WORK REQUIRED: Only lines holding the word "metafile" should be copied from the material.

# # # # # # #

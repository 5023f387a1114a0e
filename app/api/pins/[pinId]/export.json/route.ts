import { recordRoute } from "@/lib/http/signed-in-route";
import { getDesignReport } from "@/lib/services/design-reports";
import { reportFileName } from "@/lib/reports/report-format";

/** The design report of a pinned design as JSON (SI numbers, with the cautions). */
export const GET = recordRoute("pinId", "pinned design")(async ({ actor, db, id }) => {
  const report = await getDesignReport(db, actor, id);
  return new Response(JSON.stringify({ report }, null, 2), {
    headers: {
      "Content-Type": "application/json; charset=utf-8",
      "Content-Disposition": `attachment; filename="${reportFileName(report, "json")}"`,
      "Cache-Control": "private, no-store",
    },
  });
});
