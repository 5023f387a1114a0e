#!/usr/bin/env node
// Entry of `npm run --silent sweep`. Plain JavaScript so it runs from a fresh clone: it bundles
// scripts/sweep.ts with esbuild on first use (and again when a file the bundle was built from is newer),
// then runs the bundle in this same process. The freshness check stats the files esbuild reported as the
// bundle's inputs, a millisecond or two, instead of a shell running `find` over source folders; esbuild
// itself is loaded only when a build is needed.
import { mkdirSync, readFileSync, renameSync, statSync, writeFileSync } from "node:fs";
import path from "node:path";
import { fileURLToPath, pathToFileURL } from "node:url";

const root = path.resolve(path.dirname(fileURLToPath(import.meta.url)), "..");
const dir = path.join(root, "node_modules", ".cache", "seriatim");
const bundle = path.join(dir, "sweep.mjs");
const manifest = path.join(dir, "sweep.inputs.json");
// Bump when the build options below change, so an older bundle is rebuilt.
const RECIPE = "esm-minify-1";
// Inputs besides the sources: this launcher, and the installed dependencies (npm rewrites this file on install).
const ALWAYS = ["scripts/sweep-run.mjs", "node_modules/.package-lock.json"];

function fresh() {
  let m;
  try {
    m = JSON.parse(readFileSync(manifest, "utf8"));
    if (m.recipe !== RECIPE) return false;
    statSync(bundle);
  } catch {
    return false;
  }
  for (const file of m.inputs) {
    try {
      if (statSync(path.join(root, file)).mtimeMs > m.builtAt) return false;
    } catch {
      return false; // a file the bundle came from is gone
    }
  }
  return true;
}

async function build() {
  const { build: esbuild } = await import("esbuild");
  // Taken before reading the sources, so an edit made while building makes the next run build again.
  const builtAt = Date.now();
  const result = await esbuild({
    absWorkingDir: root,
    entryPoints: ["scripts/sweep.ts"],
    bundle: true,
    platform: "node",
    format: "esm",
    minify: true,
    metafile: true,
    write: false,
    outfile: bundle,
    logLevel: "error",
  });
  const sources = Object.keys(result.metafile.inputs).filter((f) => !f.startsWith("node_modules/"));
  mkdirSync(dir, { recursive: true });
  // Written aside and renamed: another run starting at the same time reads the old bundle or the new, never half of one.
  const tmp = `.${process.pid}.tmp`;
  writeFileSync(bundle + tmp, result.outputFiles[0].contents);
  renameSync(bundle + tmp, bundle);
  writeFileSync(manifest + tmp, JSON.stringify({ recipe: RECIPE, builtAt, inputs: [...ALWAYS, ...sources] }));
  renameSync(manifest + tmp, manifest);
}

if (!fresh()) await build();
await import(pathToFileURL(bundle).href);
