import { getDb } from "@/db/client";
import { requireActor } from "@/lib/auth/session";
import { route, uuidParam } from "@/lib/http";
import { getDesignReport } from "@/lib/services/design-reports";
import { reportFileName } from "@/lib/reports/report-format";

type Ctx = { params: Promise<{ pinId: string }> };

/** The design report of a pinned design as JSON (SI numbers, with the cautions). */
export const GET = route<Ctx>(async (_req, ctx) => {
  const actor = await requireActor();
  const report = await getDesignReport(getDb(), actor, await uuidParam(ctx, "pinId", "pinned design"));
  return new Response(JSON.stringify({ report }, null, 2), {
    headers: {
      "Content-Type": "application/json; charset=utf-8",
      "Content-Disposition": `attachment; filename="${reportFileName(report, "json")}"`,
      "Cache-Control": "private, no-store",
    },
  });
});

# # # # # # #

TASK RESPONSE:
    metafile: true,
  const sources = Object.keys(result.metafile.inputs).filter((f) => !f.startsWith("node_modules/"));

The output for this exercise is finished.